Subscription Required. Please recommend JoVE to your librarian.
Protocol
Все процедуры , описанные в данном исследовании , были утверждены округа и университета комитетов Сидней животных этики Сидней местного здравоохранения и затем Руководство NIH по уходу и использованию лабораторных животных, Восьмое издание (2011).
1. Подготовка животных
Примечание: В этом протоколе мужского дБ / дБ мышей (BKS.Cg- Dock7 м + / + Lepr дБ / J) , не были сохранены в группе корпус с вволю доступом к Chow и воду до 6 - недельного возраста. Во время обработки изображений, мышей взвешивали ~ 30 г. Все мыши, используемые в этом протоколе были натощак уровень глюкозы в крови от 10 до 14 ммоль / л.
- При необходимости, быстро мышей. В настоящем примере, быстро мышей в течение 5 ч до начала экспериментальной процедуры.
- Treat мышей с желаемым агентом (например , лекарственное средство, белок, пептид) перед началом визуализации. В этом примере, вводить подкожную инъекцию инсулина (3Ед / кг инсулина человека) или эквивалентный объем PBS, за 30 мин до начала визуализации.
2. Настройка рабочего процесса
Примечание: Этот протокол был реализован на сканере ПЭТ / КТ. Приобретать данные ПЭТ первым, а затем получение данных КТ.
- Настройки ПЭТ:
- Выбор изотопа , как 18 F, установить длительность сканирования 3600 с, а верхний и нижний энергетический уровень дискриминации до 350 кэВ - 650 кэВ ( по умолчанию) с окном совпадения синхронизации от 3.432 нс ( по умолчанию). Гистограмма данные списка режима в 16 кадров (6 × 10 с, 4 × 60, 1 × 300 с, 5 × 600 с) за период 0 - 60 мин после инъекции трассирующей. Восстанавливает излучение синограмм с использованием 2D-FBP с увеличением 1.5.
Примечание: Восстановленные изображения состояли из 16 динамических кадров, каждый из которых 128 × 128 × 159 вокселей и размер воксела 0,52 × 0,52 × 0,796 мм 3.
- Выбор изотопа , как 18 F, установить длительность сканирования 3600 с, а верхний и нижний энергетический уровень дискриминации до 350 кэВ - 650 кэВ ( по умолчанию) с окном совпадения синхронизации от 3.432 нс ( по умолчанию).
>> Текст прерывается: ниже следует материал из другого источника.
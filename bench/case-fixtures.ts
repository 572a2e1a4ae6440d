import type { CreateCaseBody } from "../knowledge/contracts/cases";

/*
 * Generated case-log entries for benchmarks and soak tests: a fictional group's work-ups, made
 * from a seeded generator so every run builds the same data. Invented for load only.
 */

/** mulberry32: a small seeded generator, so fixtures are the same in every run. */
export function seededRandom(seed: number): () => number {
  let a = seed >>> 0;
  return () => {
    a = (a + 0x6d2b79f5) >>> 0;
    let t = a;
    t = Math.imul(t ^ (t >>> 15), t | 1);
    t ^= t + Math.imul(t ^ (t >>> 7), t | 61);
    return ((t ^ (t >>> 14)) >>> 0) / 4294967296;
  };
}

const ORGANIC = ["dichloromethane", "ethyl acetate", "toluene", "diethyl ether", "MTBE", "chloroform", "heptane", "2-MeTHF", "DCM", "EtOAc"];
const AQUEOUS: CreateCaseBody["system"]["aqueous"][] = [
  { solute: "brine", concentration: "saturated", volumeMl: 50 },
  { solute: "sat. sodium bicarbonate", concentration: "saturated", volumeMl: 40 },
  { solute: "HCl", concentration: { value: 1, unit: "mol/L" }, volumeMl: 30 },
  { solute: "NaOH", concentration: { value: 2, unit: "mol/L" }, volumeMl: 25 },
  { solute: "water", volumeMl: 60 },
  { solute: "ammonium chloride", concentration: "saturated", volumeMl: 40 },
];
const KINDS = ["milky-band", "rag-with-solids", "foam", "whole-volume-cloudy", "three-layers", "hazy-organic"] as const;
const CAUSES = ["surfactant-soap", "fine-solids", "close-densities", "viscous-crude", "miscible-cosolvent", "chlorinated-base", "entrained-gas"];
const REMEDIES = ["let-stand", "swirl-interface", "saturated-brine", "solid-salt", "more-organic", "filter-pad", "centrifuge", "adjust-ph", "drain-band"];
const OUTCOMES = ["cleared", "partly", "no-change", "worse"] as const;
const TAGS = ["amide-coupling", "hydride-reduction", "grignard-quench", "ester-hydrolysis", "cross-coupling", "metal-salts", "scale-up"];
const WORDS = (
  "interface band cloudy haze fines solids rag layer funnel shake vent swirl settle drain filter pad salt brine " +
  "bicarbonate quench amine acid base carboxylate soap surfactant crude viscous dark amber yellow colourless " +
  "stopcock stem flask beaker rotary evaporator dried sulfate magnesium sodium emulsion persisted cleared slowly " +
  "overnight minutes warm cold bath centrifuge tube vial batch scale product recovered yield purity wash extract"
).split(" ");

const pick = <T>(rnd: () => number, xs: readonly T[]): T => xs[Math.floor(rnd() * xs.length)]!;

/** The i-th generated case: a valid POST /api/cases body with ~60 words of notes. */
export function generatedCase(i: number, seed = 7): CreateCaseBody {
  const rnd = seededRandom(seed * 1_000_003 + i);
  const kind = pick(rnd, KINDS);
  const tag = pick(rnd, TAGS);
  const organic = pick(rnd, ORGANIC);
  const aqueous = pick(rnd, AQUEOUS);
  const notes = Array.from({ length: 50 + Math.floor(rnd() * 30) }, () => pick(rnd, WORDS)).join(" ");
  const attempts = Array.from({ length: Math.floor(rnd() * 3) }, () => ({
    remedyId: pick(rnd, REMEDIES),
    minutes: Math.floor(rnd() * 30),
    outcome: pick(rnd, OUTCOMES),
  }));
  const day = new Date(Date.UTC(2024, 0, 1) + Math.floor(rnd() * 700) * 86_400_000);
  return {
    title: `${kind.replace(/-/g, " ")} after ${aqueous.solute} wash, ${tag.replace(/-/g, " ")} batch ${i}`,
    system: { organic: [{ solvent: organic, volumeMl: 20 + Math.floor(rnd() * 200) }], aqueous, temperatureC: 20 },
    tags: [tag],
    causes: [pick(rnd, CAUSES)],
    seen: { kind, solids: kind === "rag-with-solids", shaking: "normal" },
    notes,
    status: attempts.some((a) => a.outcome === "cleared") ? "resolved" : "open",
    occurredAt: day.toISOString(),
    attempts,
  };
}

/** Search boxes a chemist would type, from one word to a solvent synonym with a typo. */
export const SEARCH_QUERIES = [
  "brine",
  "milky band",
  "DCM",
  "methylene chloride bicarbonate",
  "centrifge",
  "rag solids filter",
  "grignard",
  "emul",
  "batch 4242",
  "nothing-matches-this-zebra",
];
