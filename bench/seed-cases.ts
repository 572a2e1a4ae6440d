import type { Database } from "../db/client";
import { caseAttempts, cases } from "../db/schema";
import { createCaseBody } from "../knowledge/contracts/cases";
import { buildSearchText, deriveSystem, type AttemptRow } from "../server/case-records";
import { generatedCase } from "./case-fixtures";

/**
 * Inserts generated cases [from, to) straight into the tables, in batches, with the same derived
 * columns POST /api/cases writes (resolved system, signature columns, search text). Far faster
 * than the API for building 100k-case benchmarks.
 */
export async function insertGeneratedCases(
  db: Database,
  opts: { groupId: string; authorId: string; from: number; to: number; batch?: number },
): Promise<void> {
  const batch = opts.batch ?? 500;
  for (let start = opts.from; start < opts.to; start += batch) {
    const caseRows: (typeof cases.$inferInsert)[] = [];
    const attemptRows: AttemptRow[] = [];
    for (let i = start; i < Math.min(opts.to, start + batch); i++) {
      const body = createCaseBody.parse(generatedCase(i));
      const derived = deriveSystem(body.system);
      const id = crypto.randomUUID();
      const when = new Date(body.occurredAt ?? Date.now());
      const row = {
        id,
        groupId: opts.groupId,
        authorId: opts.authorId,
        title: body.title,
        ...derived,
        tags: body.tags,
        causes: body.causes,
        components: body.components,
        observedBottom: body.observedBottom,
        seen: body.seen,
        emulsionKind: body.seen.kind,
        notes: body.notes,
        status: body.status,
        finalOutcome: body.finalOutcome,
        recovery: body.recovery,
        occurredAt: when,
        createdAt: when,
        updatedAt: when,
      };
      const attempts = body.attempts.map((a, k) => ({
        id: crypto.randomUUID(),
        caseId: id,
        groupId: opts.groupId,
        position: k + 1,
        remedyId: a.remedyId,
        description: a.description ?? null,
        amount: a.amount ?? null,
        minutes: a.minutes ?? null,
        outcome: a.outcome,
        note: a.note ?? null,
        authorId: opts.authorId,
        createdAt: when,
        updatedAt: when,
      }));
      caseRows.push({ ...row, searchText: buildSearchText(row, attempts) });
      attemptRows.push(...attempts);
    }
    await db.transaction(async (tx) => {
      await tx.insert(cases).values(caseRows);
      if (attemptRows.length) await tx.insert(caseAttempts).values(attemptRows);
    });
  }
}
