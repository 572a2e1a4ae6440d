import fs from "node:fs";
import os from "node:os";
import path from "node:path";
import { benchBundle, type BundleReport } from "./bundle";
import { ROOT } from "./child";
import { benchClientCompute, type ClientComputeReport } from "./client";
import { benchComputeApi, type ComputeApiReport } from "./http";
import { benchSearch, type SearchReport } from "./search";
import { benchStartup, type StartupReport } from "./startup";

/*
 * npm run bench [-- --only=bundle,api,search,startup,client] [-- --quick]
 * Every figure comes with a baseline measured in the same run (this machine is shared and
 * noisy), prints as a table and lands in build/bench/report.json (and a dated copy).
 */

const TARGETS = {
  bundleRatio: 1.25,
  throughputRatio: 0.8,
  layerP99Ms: 10,
  searchP95MsAt20k: 30,
};

const args = process.argv.slice(2);
const quick = args.includes("--quick");
const only = args.find((a) => a.startsWith("--only="))?.slice("--only=".length).split(",");
const wants = (part: string) => !only || only.includes(part);

interface Report {
  startedAt: string;
  machine: { cpus: number; loadAverageAtStart: number[]; loadAverageAtEnd?: number[]; node: string };
  quick: boolean;
  bundle?: BundleReport;
  computeApi?: ComputeApiReport;
  search?: SearchReport;
  startup?: StartupReport;
  client?: ClientComputeReport;
  rows: Row[];
}

interface Row {
  area: string;
  figure: string;
  value: string;
  baseline: string;
  ratio: string;
  target: string;
  met: "yes" | "no" | "—";
}

const kb = (n: number) => `${(n / 1024).toFixed(0)} KiB`;
const ms = (n: number) => `${n.toFixed(n < 10 ? 2 : 1)} ms`;
const x = (n: number) => `${n.toFixed(2)}×`;
const met = (ok: boolean): Row["met"] => (ok ? "yes" : "no");

function printTable(rows: Row[]) {
  const head: Row = { area: "area", figure: "figure", value: "value", baseline: "baseline", ratio: "ratio", target: "target", met: "—" };
  const cols = Object.keys(head) as (keyof Row)[];
  const width = (c: keyof Row) => Math.max(...[head, ...rows].map((r) => String(r[c]).length));
  const line = (r: Row) => cols.map((c) => String(c === "met" && r === head ? "met" : r[c]).padEnd(width(c))).join("  ");
  console.log(line(head));
  console.log(cols.map((c) => "-".repeat(width(c))).join("  "));
  for (const r of rows) console.log(line(r));
}

async function main() {
  const tmp = fs.mkdtempSync(path.join(os.tmpdir(), "phasewise-bench-"));
  const report: Report = {
    startedAt: new Date().toISOString(),
    machine: { cpus: os.cpus().length, loadAverageAtStart: os.loadavg(), node: process.version },
    quick,
    rows: [],
  };
  const rows = report.rows;
  const step = (name: string) => console.error(`[bench] ${name}… (load average ${os.loadavg()[0]!.toFixed(1)})`);
  try {
    if (wants("bundle")) {
      step("web bundle: exporting the app and a bare Expo Router app");
      const b = (report.bundle = await benchBundle(tmp));
      rows.push(
        { area: "web bundle", figure: "first-screen JS", value: kb(b.app.bytes), baseline: kb(b.bare.bytes), ratio: x(b.ratioBytes), target: `≤ ${TARGETS.bundleRatio}×`, met: met(b.ratioBytes <= TARGETS.bundleRatio) },
        { area: "web bundle", figure: "first-screen JS, gzip", value: kb(b.app.gzipBytes), baseline: kb(b.bare.gzipBytes), ratio: x(b.ratioGzip), target: `≤ ${TARGETS.bundleRatio}×`, met: met(b.ratioGzip <= TARGETS.bundleRatio) },
      );
    }
    if (wants("api")) {
      step("compute API under load");
      const a = (report.computeApi = await benchComputeApi({ connections: 50, durationS: quick ? 3 : 10 }));
      const bareRow = `${a.bare.requestsPerSec.toFixed(0)} req/s`;
      for (const r of a.routes) {
        if (!r.registered) {
          rows.push({ area: "compute API", figure: `${r.route}`, value: r.status === 404 ? "not registered" : `sample body answered ${r.status}`, baseline: bareRow, ratio: "—", target: "—", met: "—" });
          continue;
        }
        rows.push({ area: "compute API", figure: `${r.route} throughput`, value: `${r.requestsPerSec.toFixed(0)} req/s`, baseline: bareRow, ratio: x(r.throughputRatio), target: `≥ ${TARGETS.throughputRatio}×`, met: met(r.throughputRatio >= TARGETS.throughputRatio) });
        const isLayer = r.route === "/api/layers/predict";
        rows.push({ area: "compute API", figure: `${r.route} p50 / p99`, value: `${ms(r.p50Ms)} / ${ms(r.p99Ms)}`, baseline: `${ms(a.bare.p50Ms)} / ${ms(a.bare.p99Ms)}`, ratio: x(r.p99Ms / Math.max(a.bare.p99Ms, 0.01)), target: isLayer ? `p99 ≤ ${TARGETS.layerP99Ms} ms` : "—", met: isLayer ? met(r.p99Ms <= TARGETS.layerP99Ms) : "—" });
      }
      for (const s of a.sameAnswer) {
        rows.push({ area: "compute API", figure: `${s.route}: its answer (${(s.answerBytes / 1024).toFixed(1)} KiB) sent with no work`, value: `${s.requestsPerSec.toFixed(0)} req/s`, baseline: bareRow, ratio: x(s.throughputRatio), target: "—", met: "—" });
      }
      for (const h of a.handlersOnly) {
        const inApp = a.routes.find((r) => r.route === h.route);
        rows.push({ area: "compute API", figure: `${h.route} handlers alone on bare Express`, value: `${h.requestsPerSec.toFixed(0)} req/s`, baseline: bareRow, ratio: x(h.throughputRatio), target: "—", met: "—" });
        if (inApp?.registered) rows.push({ area: "compute API", figure: `${h.route} in the app vs handlers alone`, value: `${inApp.requestsPerSec.toFixed(0)} req/s`, baseline: `${h.requestsPerSec.toFixed(0)} req/s`, ratio: x(inApp.requestsPerSec / h.requestsPerSec), target: "—", met: "—" });
      }
      const bareSvc = a.serviceTime.find((s) => s.route === "/bare");
      for (const s of a.serviceTime.filter((x) => x.route !== "/bare")) {
        rows.push({ area: "compute API", figure: `${s.route} p50 / p99, 1 connection`, value: `${ms(s.p50Ms)} / ${ms(s.p99Ms)}`, baseline: bareSvc ? `${ms(bareSvc.p50Ms)} / ${ms(bareSvc.p99Ms)}` : "—", ratio: bareSvc ? x(s.p99Ms / Math.max(bareSvc.p99Ms, 1)) : "—", target: s.route === "/api/layers/predict" ? `p99 ≤ ${TARGETS.layerP99Ms} ms` : "—", met: s.route === "/api/layers/predict" ? met(s.p99Ms <= TARGETS.layerP99Ms) : "—" });
      }
    }
    if (wants("client")) {
      step("client compute");
      const c = (report.client = benchClientCompute(quick ? 5_000 : 50_000));
      rows.push({ area: "client compute", figure: "layer check (schema + predictLayers)", value: `${c.predictUs.toFixed(1)} µs`, baseline: `${c.jsonRoundTripUs.toFixed(1)} µs JSON round trip`, ratio: x(c.ratio), target: "negligible (< 1 ms)", met: met(c.predictUs < 1000) });
    }
    if (wants("startup")) {
      step("start-up");
      const s = (report.startup = await benchStartup(tmp, { cases: quick ? 2_000 : 20_000 }));
      for (const r of s.runs) {
        rows.push({ area: "start-up", figure: r.label, value: `${ms(r.readyMs)} (server ${r.serverMs} ms), ${r.maxRssMb?.toFixed(0) ?? "?"} MiB peak`, baseline: `${ms(s.bare.readyMs)}, ${s.bare.maxRssMb?.toFixed(0) ?? "?"} MiB (bare Express)`, ratio: x(r.ratio), target: "—", met: "—" });
      }
    }
    if (wants("search")) {
      step("case search at growing sizes");
      const sizes = quick ? [1_000, 5_000] : [1_000, 20_000, 100_000];
      const s = (report.search = await benchSearch(tmp, { sizes, rounds: quick ? 2 : 5 }));
      const first = s.sizes[0]!;
      for (const z of s.sizes) {
        const at20k = z.cases === 20_000;
        const b = z.breakdown;
        rows.push({ area: "case search", figure: `${z.cases.toLocaleString("en")} cases, "brine" in SQL: version check / count / rank top 20`, value: `${ms(b.versionCheckMs)} / ${ms(b.countMatchesMs)} / ${ms(b.rankTop20Ms)}`, baseline: `${b.matches.toLocaleString("en")} matches`, ratio: "—", target: "—", met: "—" });
        rows.push({ area: "case search", figure: `${z.cases.toLocaleString("en")} cases p50 / p95 (first after change ${ms(z.coldMs)})`, value: `${ms(z.p50Ms)} / ${ms(z.p95Ms)}`, baseline: `${ms(first.p95Ms)} p95 at ${first.cases.toLocaleString("en")}`, ratio: x(z.growth), target: at20k ? `p95 ≤ ${TARGETS.searchP95MsAt20k} ms` : "—", met: at20k ? met(z.p95Ms <= TARGETS.searchP95MsAt20k) : "—" });
      }
    }
  } finally {
    fs.rmSync(tmp, { recursive: true, force: true });
  }
  report.machine.loadAverageAtEnd = os.loadavg();
  console.log("");
  printTable(rows);
  console.log(`\nload average at start ${report.machine.loadAverageAtStart.map((l) => l.toFixed(1)).join(" ")}, at end ${report.machine.loadAverageAtEnd.map((l) => l.toFixed(1)).join(" ")} (${report.machine.cpus} cores)`);
  const outDir = path.join(ROOT, "build", "bench");
  fs.mkdirSync(outDir, { recursive: true });
  const json = JSON.stringify(report, null, 2);
  fs.writeFileSync(path.join(outDir, "report.json"), json);
  fs.writeFileSync(path.join(outDir, `report-${report.startedAt.replace(/[:.]/g, "-")}.json`), json);
  console.log(`report: ${path.relative(process.cwd(), path.join(outDir, "report.json"))}`);
}

main().catch((err) => {
  console.error(err);
  process.exit(1);
});
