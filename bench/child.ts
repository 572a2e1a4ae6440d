import { spawn, type ChildProcess } from "node:child_process";
import path from "node:path";

export const ROOT = path.resolve(__dirname, "..");

export interface Child {
  proc: ChildProcess;
  /** everything the child printed on stderr */
  stderr: () => string;
  /** SIGTERM, then resolves once it exited; the peak RSS it reported (KiB), when preloaded */
  stop: () => Promise<{ code: number | null; maxRssKb: number | null }>;
}

/**
 * Starts `node --import tsx <script>` and waits until a stdout line matches `ready`.
 * Loopback only: every server here listens on 127.0.0.1.
 */
export function startChild(
  script: string,
  opts: { env?: Record<string, string>; ready: RegExp; timeoutMs?: number; reportRss?: boolean },
): Promise<{ child: Child; match: RegExpMatchArray; readyMs: number }> {
  const started = performance.now();
  const args = ["--import", "tsx", ...(opts.reportRss ? ["--import", path.join(ROOT, "bench/servers/report-rss.ts")] : []), script];
  const proc = spawn(process.execPath, args, { cwd: ROOT, env: { ...process.env, ...opts.env }, stdio: ["ignore", "pipe", "pipe"] });
  let err = "";
  let out = "";
  proc.stderr!.on("data", (d: Buffer) => (err += d.toString()));
  const exited = new Promise<number | null>((resolve) => proc.once("exit", (code) => resolve(code)));
  const child: Child = {
    proc,
    stderr: () => err,
    stop: async () => {
      if (proc.exitCode === null && proc.signalCode === null) proc.kill("SIGTERM");
      const code = await exited;
      const m = /PHASEWISE_MAXRSS_KB (\d+)/.exec(err);
      return { code, maxRssKb: m ? Number(m[1]) : null };
    },
  };
  return new Promise((resolve, reject) => {
    const timer = setTimeout(() => {
      proc.kill("SIGKILL");
      reject(new Error(`${script} did not start in time:\n${out}\n${err}`));
    }, opts.timeoutMs ?? 60_000);
    proc.stdout!.on("data", (d: Buffer) => {
      out += d.toString();
      const m = opts.ready.exec(out);
      if (m) {
        clearTimeout(timer);
        resolve({ child, match: m, readyMs: performance.now() - started });
      }
    });
    void exited.then((code) => {
      clearTimeout(timer);
      reject(new Error(`${script} exited (${code}) before it was ready:\n${out}\n${err}`));
    });
  });
}
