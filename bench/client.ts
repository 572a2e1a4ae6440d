import { layerPredictRequestSchema } from "../knowledge/contracts/layers";
import { predictLayers } from "../knowledge/layers";
import { LAYER_BODY } from "./http";

export interface ClientComputeReport {
  calls: number;
  /** the layer screen's work per check: validate with the shared schema, then predictLayers */
  predictUs: number;
  /** predictLayers alone */
  predictOnlyUs: number;
  /** baseline: a JSON round trip of the same request (what sending it to the server costs at least) */
  jsonRoundTripUs: number;
  ratio: number;
}

function perCallUs(calls: number, fn: () => unknown): number {
  for (let i = 0; i < Math.min(2000, calls); i++) fn(); // let the JIT settle
  const t0 = performance.now();
  for (let i = 0; i < calls; i++) fn();
  return ((performance.now() - t0) * 1000) / calls;
}

/** One layer prediction as the browser runs it, µs per call over many calls. */
export function benchClientCompute(calls: number): ClientComputeReport {
  const parsed = layerPredictRequestSchema.parse(LAYER_BODY);
  const predictUs = perCallUs(calls, () => predictLayers(layerPredictRequestSchema.parse(LAYER_BODY)));
  const predictOnlyUs = perCallUs(calls, () => predictLayers(parsed));
  const jsonRoundTripUs = perCallUs(calls, () => JSON.parse(JSON.stringify(LAYER_BODY)));
  return { calls, predictUs, predictOnlyUs, jsonRoundTripUs, ratio: predictUs / jsonRoundTripUs };
}
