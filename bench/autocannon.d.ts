/** The part of autocannon's programmatic API the bench uses (the package ships no types). */
declare module "autocannon" {
  interface Histogram {
    average: number;
    mean: number;
    p50: number;
    p90: number;
    p97_5: number;
    p99: number;
    max: number;
  }
  interface Result {
    requests: Histogram & { total: number };
    latency: Histogram;
    non2xx: number;
    errors: number;
    timeouts: number;
    duration: number;
    "2xx": number;
    "4xx": number;
    "5xx": number;
  }
  interface Request {
    method?: string;
    path?: string;
    headers?: Record<string, string>;
    body?: string;
  }
  interface Options {
    url: string;
    connections?: number;
    duration?: number;
    amount?: number;
    method?: string;
    headers?: Record<string, string>;
    body?: string;
    requests?: Request[];
    timeout?: number;
    pipelining?: number;
  }
  function autocannon(options: Options): Promise<Result>;
  export default autocannon;
}
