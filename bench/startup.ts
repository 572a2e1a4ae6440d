import fs from "node:fs";
import net from "node:net";
import path from "node:path";
import { openDatabase } from "../db/client";
import { demoGroupId } from "../db/seed";
import { user } from "../db/schema";
import { ROOT, startChild } from "./child";
import { insertGeneratedCases } from "./seed-cases";

export interface StartupFigure {
  label: string;
  /** spawn to the server's "ready" line, as seen from outside */
  readyMs: number;
  /** the server's own figure: database open, migrations, demo seed, listen */
  serverMs: number | null;
  maxRssMb: number | null;
  /** readyMs ÷ the bare Express child's readyMs */
  ratio: number;
}

export interface StartupReport {
  bare: { readyMs: number; maxRssMb: number | null };
  runs: StartupFigure[];
}

async function freePort(): Promise<number> {
  const srv = net.createServer();
  await new Promise<void>((r) => srv.listen(0, "127.0.0.1", r));
  const port = (srv.address() as net.AddressInfo).port;
  await new Promise((r) => srv.close(r));
  return port;
}

async function startServer(dataDir: string) {
  const port = await freePort();
  const { child, match, readyMs } = await startChild(path.join(ROOT, "server/index.ts"), {
    env: { PHASEWISE_DATA_DIR: dataDir, PORT: String(port), PHASEWISE_DEMO: "1", PHASEWISE_WEB_DIR: path.join(dataDir, "no-web") },
    ready: /Phasewise ready on \S+ \(\w+\) in (\d+) ms/,
    reportRss: true,
    timeoutMs: 180_000,
  });
  const { maxRssKb } = await child.stop();
  return { readyMs, serverMs: Number(match[1]), maxRssMb: maxRssKb === null ? null : maxRssKb / 1024 };
}

/**
 * server/index.ts on a fresh data folder (migrations and the demo seed), again on the same folder
 * (a restart), and on that folder with `cases` generated cases added to the demo group. The
 * baseline is the bare Express child started the same way.
 */
export async function benchStartup(tmp: string, opts: { cases: number }): Promise<StartupReport> {
  const bareChild = await startChild(path.join(ROOT, "bench/servers/bare-server.ts"), { ready: /READY (\d+)/, reportRss: true });
  const bareStop = await bareChild.child.stop();
  const bare = { readyMs: bareChild.readyMs, maxRssMb: bareStop.maxRssKb === null ? null : bareStop.maxRssKb / 1024 };

  const dataDir = path.join(tmp, "startup-data");
  fs.mkdirSync(dataDir, { recursive: true });
  const runs: StartupFigure[] = [];
  const record = (label: string, r: Awaited<ReturnType<typeof startServer>>) =>
    runs.push({ label, ...r, ratio: r.readyMs / bare.readyMs });

  record("empty folder (migrations + demo seed)", await startServer(dataDir));
  record("restart, demo data only", await startServer(dataDir));

  const handle = await openDatabase({ dataDir: path.join(dataDir, "db") });
  try {
    const groupId = await demoGroupId(handle.db);
    const [author] = await handle.db.select({ id: user.id }).from(user).limit(1);
    if (!groupId || !author) throw new Error("the demo seed did not run");
    await insertGeneratedCases(handle.db, { groupId, authorId: author.id, from: 0, to: opts.cases });
  } finally {
    await handle.close();
  }
  record(`restart, ${opts.cases.toLocaleString("en")} cases`, await startServer(dataDir));
  return { bare, runs };
}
Гистограмма данные списка режима в 16 кадров (6 × 10 с, 4 × 60, 1 × 300 с, 5 × 600 с) за период 0 - 60 мин после инъекции трассирующей. Восстанавливает излучение синограмм с использованием 2D-FBP с увеличением 1.5.
- Параметры CT:
- Длявсе тело КТ, установить ток при 500 А, напряжение при 50 кВ, время экспозиции 500 мс и 200 выступов над 360 вращения. В поле детектора зрения (FOV) до 30722048, числа позиций кровати до 3 (чтобы покрыть полный диапазон ПЭТ F), перекрытие между слоем позицией = 30.234713% и детектором биннингом до 4.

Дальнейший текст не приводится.